Fast forward to 2014. The encryption landscape doesn’t really suck anymore. You have many different options. Most work exceedingly well. The top three operating systems come with built-in support for encryption (well, for Microsoft you have to shell out a little more moolah for the ones that do).
Plus, it’s been 10 years. That’s a long time for a handful of engineers to support a free project. Think about it. They probably have families, or maybe are planning to have one soon. Seeing how TrueCrypt does its thing very well, the TC engineers are a talented bunch. Chances are that they’ve taken on more responsibilities at work (you know, that thing that pays them money, unlike TC) or are involved in other projects. In other words, the time these guys (and gals. Who knows?) have for keeping TC up and running is probably dwindling down or non-existent. Their options are to have someone else take hold of the reins or shut it down.

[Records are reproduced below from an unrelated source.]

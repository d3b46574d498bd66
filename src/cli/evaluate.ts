// `gatesmith evaluate SPEC PULSE [--json]`: the figures of a pulse on a spec's target and
// ensemble, per member and in summary.
import type { JudgedEvaluation } from '../core/compare.ts';
import { describeLine, lineJson } from '../core/line-spec.ts';
import type { Line, Problem, Pulse } from '../core/types.ts';
import { targetJson } from '../io/target-json.ts';
import { optionsHelp, usageLine } from './args.ts';
import type { ArgSpec } from './args.ts';
import { defineCommand } from './command.ts';
import type { CliIO, Command } from './command.ts';
import { loadSpec, loadWaveform, printWarnings } from './files.ts';
import { formatFrequency, formatInfidelity, formatMemberAt, formatRelative, formatTarget, formatTime } from './format.ts';

const ARGS: ArgSpec = {
  command: 'evaluate',
  positionals: ['SPEC', 'PULSE'],
  flags: [
    { name: 'json', help: 'print {members, meanInfidelity, worstInfidelity, target, note, warnings} as JSON instead of a table' },
    { name: 'no-line', help: "ignore the spec's line: the figures of the held samples as if the qubit saw them (the naive figure)" },
  ],
};

const HELP = `Evaluate a pulse on the target and ensemble of a spec.

Usage: ${usageLine(ARGS)}

SPEC is a design spec (JSON; see docs/spec.md); its target, ensemble, rabiMax and line
are used: with a line, the figures are of the drive the qubit sees through it
(--no-line for the figures without it). PULSE is a pulse file (JSON with "dt" in seconds and arrays "i", "q" in Hz)
or any waveform that \`gatesmith export\` wrote (csv, npy, raw with its FILE.json
description, wav), evaluated as the instrument plays it, padding included.
Prints each member's detuning, amplitude error, weight and infidelity, then the weighted
mean and the worst member. The pulse is judged against the spec's target; a pulse whose
metadata names its own ideal gets a note on how that ideal meets the target (as in map and
compare; see docs/analysis.md "Which target").

Options:
${optionsHelp(ARGS)}
`;

/** The `evaluate` subcommand. */
export const evaluateCommand: Command = defineCommand({
  name: 'evaluate',
  summary: 'figures of a pulse on a spec’s ensemble',
  args: ARGS,
  help: HELP,
  async body([specPath, pulsePath], flags, io: CliIO): Promise<number> {
    const spec = loadSpec(specPath);
    const pulse = await loadWaveform(pulsePath);
    const warnings = [...spec.warnings, ...mismatches(pulse, spec.problem)];
    printWarnings(io, warnings);

    // Loaded here so that --help and bad input never wait for the wasm core.
    const { evaluateJudged } = await import('../core/compare.ts');
    const noLine = flags['no-line'] === true;
    const evaluation = evaluateJudged(spec.problem, pulse, noLine);
    if (flags.json) {
      const json = {
        members: evaluation.members.map((m) => ({
          detuning: m.detuning,
          amplitudeError: m.amplitudeError,
          weight: m.weight,
          infidelity: m.infidelity,
          ...(m.leakage !== undefined ? { anharmonicityError: m.anharmonicityError ?? 0, leakage: m.leakage } : {}),
          ...(m.phaseAfter !== undefined ? { phaseAfter: m.phaseAfter } : {}),
        })),
        meanInfidelity: evaluation.meanInfidelity,
        worstInfidelity: evaluation.worstInfidelity,
        ...(evaluation.meanLeakage !== undefined
          ? { levels: evaluation.levels, meanLeakage: evaluation.meanLeakage, worstLeakage: evaluation.worstLeakage, meanAverageInfidelity: evaluation.meanAverageInfidelity }
          : {}),
        target: targetJson(evaluation.target),
        note: evaluation.note,
        // With a line in the spec: the line the figures went through (null: --no-line).
        ...(spec.problem.line ? { line: noLine ? null : lineJson(spec.problem.line) } : {}),
        warnings,
      };
      io.stdout(JSON.stringify(json, null, 2) + '\n');
    } else {
      io.stdout(evaluationTable(evaluation, spec.problem, pulse, noLine ? undefined : spec.problem.line));
    }
    return 0;
  },
});

// Not errors (the pulse is evaluated as given) but worth telling: a pulse over the spec's
// drive limit, or of another length than the spec designs for.
function mismatches(pulse: Pulse, problem: Problem): string[] {
  const warnings: string[] = [];
  let peak = 0;
  for (let k = 0; k < pulse.i.length; k++) peak = Math.max(peak, Math.hypot(pulse.i[k], pulse.q[k]));
  if (peak > problem.rabiMax * (1 + 1e-12)) {
    // The excess in words too: a quantised waveform may pass rabiMax by a fraction of a code.
    const excess = Number((((peak - problem.rabiMax) / problem.rabiMax) * 100).toPrecision(2));
    warnings.push(`the pulse peaks at ${peak} Hz, ${excess} % above the spec's rabiMax ${formatFrequency(problem.rabiMax)}`);
  }
  const length = pulse.dt * pulse.i.length;
  if (Math.abs(length - problem.duration) > 1e-9 * problem.duration) {
    warnings.push(`the pulse lasts ${formatTime(length)}, the spec's duration is ${formatTime(problem.duration)}; evaluating the pulse as given`);
  }
  return warnings;
}

function evaluationTable(ev: JudgedEvaluation, problem: Problem, pulse: Pulse, through: Line | undefined): string {
  const ladder = ev.meanLeakage !== undefined;
  const phase = ev.members.some((m) => m.phaseAfter !== undefined);
  const header = ['detuning', 'amplitude error', ...(ladder ? ['anharmonicity error'] : []), 'weight', 'infidelity',
    ...(ladder ? ['leakage'] : []), ...(phase ? ['phase after'] : [])];
  const rows = ev.members.map((m) => [
    formatFrequency(m.detuning),
    formatRelative(m.amplitudeError),
    ...(ladder ? [formatFrequency(m.anharmonicityError ?? 0)] : []),
    String(Number(m.weight.toPrecision(4))),
    formatInfidelity(m.infidelity),
    ...(ladder ? [formatInfidelity(m.leakage ?? 0)] : []),
    ...(phase ? [`${(((m.phaseAfter ?? 0) * 180) / Math.PI).toFixed(3)} deg`] : []),
  ]);
  const widths = header.map((h, c) => Math.max(h.length, ...rows.map((r) => r[c].length)));
  const line = (cells: string[]) => cells.map((cell, c) => cell.padStart(widths[c])).join('  ');
  const worst = ev.members[ev.worstIndex];
  return [
    `target: ${formatTarget(ev.target)}; pulse: ${pulse.i.length} samples of ${formatTime(pulse.dt)}`,
    through ? `through the line: ${describeLine(through)}` : problem.line ? "without the spec's line (--no-line): the held samples as the qubit's drive" : 'no line: the qubit sees the held samples',
    ...(ev.note ? [`note: ${ev.note}`] : []),
    line(header),
    ...rows.map(line),
    '',
    `mean infidelity   ${formatInfidelity(ev.meanInfidelity)} (weighted over ${ev.members.length} members)`,
    `worst infidelity  ${formatInfidelity(ev.worstInfidelity)} at ${formatMemberAt(worst)}`,
    ...(ladder ? [
      `mean leakage      ${formatInfidelity(ev.meanLeakage!)} (population that left levels 0 and 1, on ${ev.levels} levels, anharmonicity ${formatFrequency(problem.system?.anharmonicity ?? 0)})`,
      `worst leakage     ${formatInfidelity(ev.worstLeakage!)}`,
    ] : []),
    '',
  ].join('\n');
}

The former, if the articles I’ve read can be trusted, is not really an option because TC is so complex that its creators are loth to put someone else in charge. What if weaknesses are inadvertently introduced due to the new engineers’ unfamiliarity with the code?
The logical action, then, is to kiss TrueCrypt bye-bye.
Viral Marketing Genius
But, if shutting down operations, how to do it so that everyone gets the message? Not only that TC will be no more but also that TC users should transition to some other encryption software? After all, you’re a good guy, you created and released this privacy-enhancing software for free… you feel a certain responsibility that people’s data should be secure… and using expired encryption software isn’t really going to cut it.
Forcing people to stop using software is nearly impossible, as many companies have found out (including Microsoft. Wasn’t XP supposed to be retired years ago?), so how to do it? The method for doing so is inspired: plant the seeds of uncertainty in a product people trust. After all, the one thing you won’t use, if you can’t trust it, is encryption software.
Plus, look at all the publicity it got. Would an announcement that lacked controversy gotten as much attention? (More publicity = more people who hear the news about TC and the transition to other encryption software.)
Which brings up the question, why BitLocker? Here’s my answer, which is obviously speculative: Microsoft’s entrenched worldwide. Collaborating with the NSA or other agencies to weaken BitLocker will blow up spectacularly in Redmond’s face, sooner or later. Microsoft can’t afford that because close to half of their revenues come from outside the US. As the PRISM scandal last year showed, the slightest controversy becomes a reason to use an alternative.
Also, Microsoft has got deep pockets. Microsoft’s cash flow and lawyers will allow them to mount an offense against any pressure, which they’ll have to do if they want to protect that cash flow. Only companies the size of Microsoft can realistically counter it.
Is this the correct explanation? I don’t know, but it’s pretty low on the tinfoil factor. That’s gotta count for something.